START The data

import { describe, expect, test } from "vitest";
import { DEMO_PASSWORDS, signUpNewOrganisation, TestClient } from "../support/client";

const [ownerEmail, ownerPassword] = DEMO_PASSWORDS.owner;

describe("Sign-in", () => {
  test("A user signs in with the right password and reaches the organisation", async () => {
    const client = new TestClient();
    const response = await client.signIn(ownerEmail, ownerPassword);
    expect(response.status).toBe(302);
    expect(response.location).toBe("/");
    const home = await client.get("/");
    expect(home.location).toBe("/o/lanternfield");
    const sites = await client.get("/o/lanternfield/sites");
    expect(sites.status).toBe(200);
    expect(sites.text).toContain("Brightwater Clinic");
  });

  test("A wrong password is refused with a clear message and no session", async () => {
    const client = new TestClient();
    const response = await client.signIn(ownerEmail, "not the right password at all");
    expect(response.status).toBe(401);
    expect(response.text).toContain("The e-mail address or password is not right.");
    expect([...client.cookies.keys()].some((name) => name.includes("session"))).toBe(false);
  });

  test("An unknown e-mail gets the same answer as a wrong password", async () => {
    const client = new TestClient();
    const response = await client.signIn("nobody-here@test.example", "whatever password 123");
    expect(response.status).toBe(401);
    expect(response.text).toContain("The e-mail address or password is not right.");
  });

  // OWASP ASVS 4.0.3 3.4.1 Secure, 3.4.2 HttpOnly, 3.4.3 SameSite, 3.4.4 __Host- prefix.
  test("The session cookie is HttpOnly, SameSite=Lax, Secure and __Host- prefixed in production", async () => {
    const client = new TestClient();
    const response = await client.signIn(ownerEmail, ownerPassword);
    const cookie = response.setCookies.find((line) => line.includes("session="));
    expect(cookie).toBeDefined();
    expect(cookie).toMatch(/^__Host-sallyport-session=/);
    expect(cookie).toMatch(/;\s*HttpOnly/i);
    expect(cookie).toMatch(/;\s*SameSite=Lax/i);
    expect(cookie).toMatch(/;\s*Secure/i);
    expect(cookie).toMatch(/;\s*Path=\//i);
    expect(cookie).not.toMatch(/Domain=/i);
  });

  // OWASP ASVS 4.0.3 3.2.1: a new session token at authentication.
  test("Signing in again issues a new session id and ends the old one", async () => {
    const client = new TestClient();
    await client.signIn(ownerEmail, ownerPassword);
    const first = client.cookies.get("__Host-sallyport-session");
    const stale = new TestClient();
    stale.cookies.set("__Host-sallyport-session", first!);
    expect((await stale.get("/o/lanternfield/sites")).status).toBe(200);
    await client.signIn(ownerEmail, ownerPassword);
    const second = client.cookies.get("__Host-sallyport-session");
    expect(second).toBeDefined();
    expect(second).not.toBe(first);
    expect((await stale.get("/o/lanternfield/sites")).status).toBe(302);
  });

  test("Signing out ends the session on the server, not only in the browser", async () => {
    const client = new TestClient();
    await client.signIn(ownerEmail, ownerPassword);
    const token = client.cookies.get("__Host-sallyport-session")!;
    const response = await client.post("/logout", {});
    expect(response.status).toBe(302);
    expect(response.location).toBe("/login");
    expect(client.cookies.has("__Host-sallyport-session")).toBe(false);
    const replay = new TestClient();
    replay.cookies.set("__Host-sallyport-session", token);
    const after = await replay.get("/o/lanternfield/sites");
    expect(after.status).toBe(302);
    expect(after.location).toContain("/login?redirectTo=");
  });

  test("Sign out everywhere ends every session of the user", async () => {
    const { client, email } = await signUpNewOrganisation("everywhere");
    const laptop = new TestClient();
    await laptop.signIn(email, "quiet harbour lantern 42");
    expect((await laptop.get("/account")).status).toBe(200);
    await client.post("/logout", { scope: "everywhere" });
    expect((await laptop.get("/account")).status).toBe(302);
  });

  test("Sign-out by GET does nothing (a link on another page cannot sign anyone out)", async () => {
    const client = new TestClient();
    await client.signIn(ownerEmail, ownerPassword);
    await client.get("/logout");
    expect((await client.get("/account")).status).toBe(200);
  });

  test("A protected page without a session redirects to sign-in and back", async () => {
    const client = new TestClient();
    const response = await client.get("/o/lanternfield/sites?x=1");
    expect(response.status).toBe(302);
    expect(response.location).toBe(`/login?redirectTo=${encodeURIComponent("/o/lanternfield/sites?x=1")}`);
  });

  test("After sign-in only same-site paths are followed (no open redirect)", async () => {
    const client = new TestClient();
    const response = await client.post("/login", { email: ownerEmail, password: ownerPassword, redirectTo: "//evil.example/x" });
    expect(response.location).toBe("/");
  });
});
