import { beforeAll, describe, expect, test } from "vitest";
import { ROLES, roleRank, type Role } from "#server/auth/roles";
import { DEMO_PASSWORDS, signUpNewOrganisation, TestClient, uniqueEmail } from "../support/client";

// Each guarded operation with the lowest role allowed to do it.
const OPERATIONS: Array<{ name: string; minimum: Role; run: (client: TestClient) => Promise<number> }> = [
  { name: "read the sites", minimum: "trainee", run: async (client) => (await client.get("/o/lanternfield/sites")).status },
  { name: "read the audit log", minimum: "reviewer", run: async (client) => (await client.get("/o/lanternfield/settings/audit")).status },
  {
    name: "add a site",
    minimum: "engineer",
    run: async (client) => (await client.post("/o/lanternfield/sites", { intent: "create", name: `Permission probe ${uniqueEmail("site")}`, customer: "", location: "" })).status,
  },
  {
    name: "invite a member",
    minimum: "admin",
    run: async (client) => (await client.post("/o/lanternfield/settings/members", { intent: "invite", email: uniqueEmail("perm"), role: "trainee" })).status,
  },
  {
    name: "rename the organisation",
    minimum: "owner",
    run: async (client) => (await client.post("/o/lanternfield/settings/organisation", { name: "Lanternfield Managed Networks" })).status,
  },
];

const clients = new Map<Role, TestClient>();

beforeAll(async () => {
  for (const role of ROLES) {
    const client = new TestClient();
    const [email, password] = DEMO_PASSWORDS[role];
    const response = await client.signIn(email, password);
    if (response.status !== 302) throw new Error(`demo ${role} could not sign in: ${response.status}`);
    clients.set(role, client);
  }
});

describe("Role matrix: every role against every guarded operation", () => {
  for (const operation of OPERATIONS) {
    for (const role of ROLES) {
      const allowed = roleRank(role) >= roleRank(operation.minimum);
      test(`${role} ${allowed ? "may" : "may not (403)"} ${operation.name}`, async () => {
        const status = await operation.run(clients.get(role)!);
        if (allowed) expect([200, 302]).toContain(status);
        else expect(status).toBe(403);
      });
    }
  }
});

describe("Other organisations stay invisible", () => {
  test("A member of one organisation gets 404 for another organisation's pages and actions", async () => {
    const { slug } = await signUpNewOrganisation("foreign");
    const owner = clients.get("owner")!;
    for (const path of [`/o/${slug}`, `/o/${slug}/sites`, `/o/${slug}/settings/members`, `/o/${slug}/settings/audit`]) {
      expect((await owner.get(path)).status, path).toBe(404);
    }
    expect((await owner.post(`/o/${slug}/sites`, { intent: "create", name: "Intrusion" })).status).toBe(404);
    expect((await owner.post(`/o/${slug}/settings/members`, { intent: "invite", email: uniqueEmail("intruder"), role: "owner" })).status).toBe(404);
  });

  test("An organisation that does not exist answers the same 404 as one that does", async () => {
    const owner = clients.get("owner")!;
    const missing = await owner.get("/o/no-such-organisation-here/sites");
    expect(missing.status).toBe(404);
    expect((await owner.get("/o/%E2%98%83/sites")).status).toBe(404);
    expect((await owner.get("/o/%E2%98%83%00/sites")).status).toBe(400);
  });

  test("Another organisation's site cannot be edited through this organisation's page", async () => {
    const { client: stranger, slug } = await signUpNewOrganisation("site-owner");
    await stranger.post(`/o/${slug}/sites`, { intent: "create", name: "Private site", customer: "", location: "" });
    const page = await stranger.get(`/o/${slug}/sites`);
    const siteId = page.text.match(/edit=([0-9a-f-]{36})/)?.[1];
    expect(siteId).toBeDefined();
    const engineer = clients.get("engineer")!;
    const response = await engineer.post("/o/lanternfield/sites", { intent: "delete", siteId: siteId! });
    expect(response.status).toBe(404);
    expect((await stranger.get(`/o/${slug}/sites`)).text).toContain("Private site");
  });
});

END The data

Aim of the exercise:
Above are the records; from them, give again exactly the lines from the one containing "in again issues" through the one containing "const stale = new TestClient();", both included.

Result:
  test("Signing in again issues a new session id and ends the old one", async () => {
    const client = new TestClient();
    await client.signIn(ownerEmail, ownerPassword);
    const first = client.cookies.get("__Host-sallyport-session");
    const stale = new TestClient();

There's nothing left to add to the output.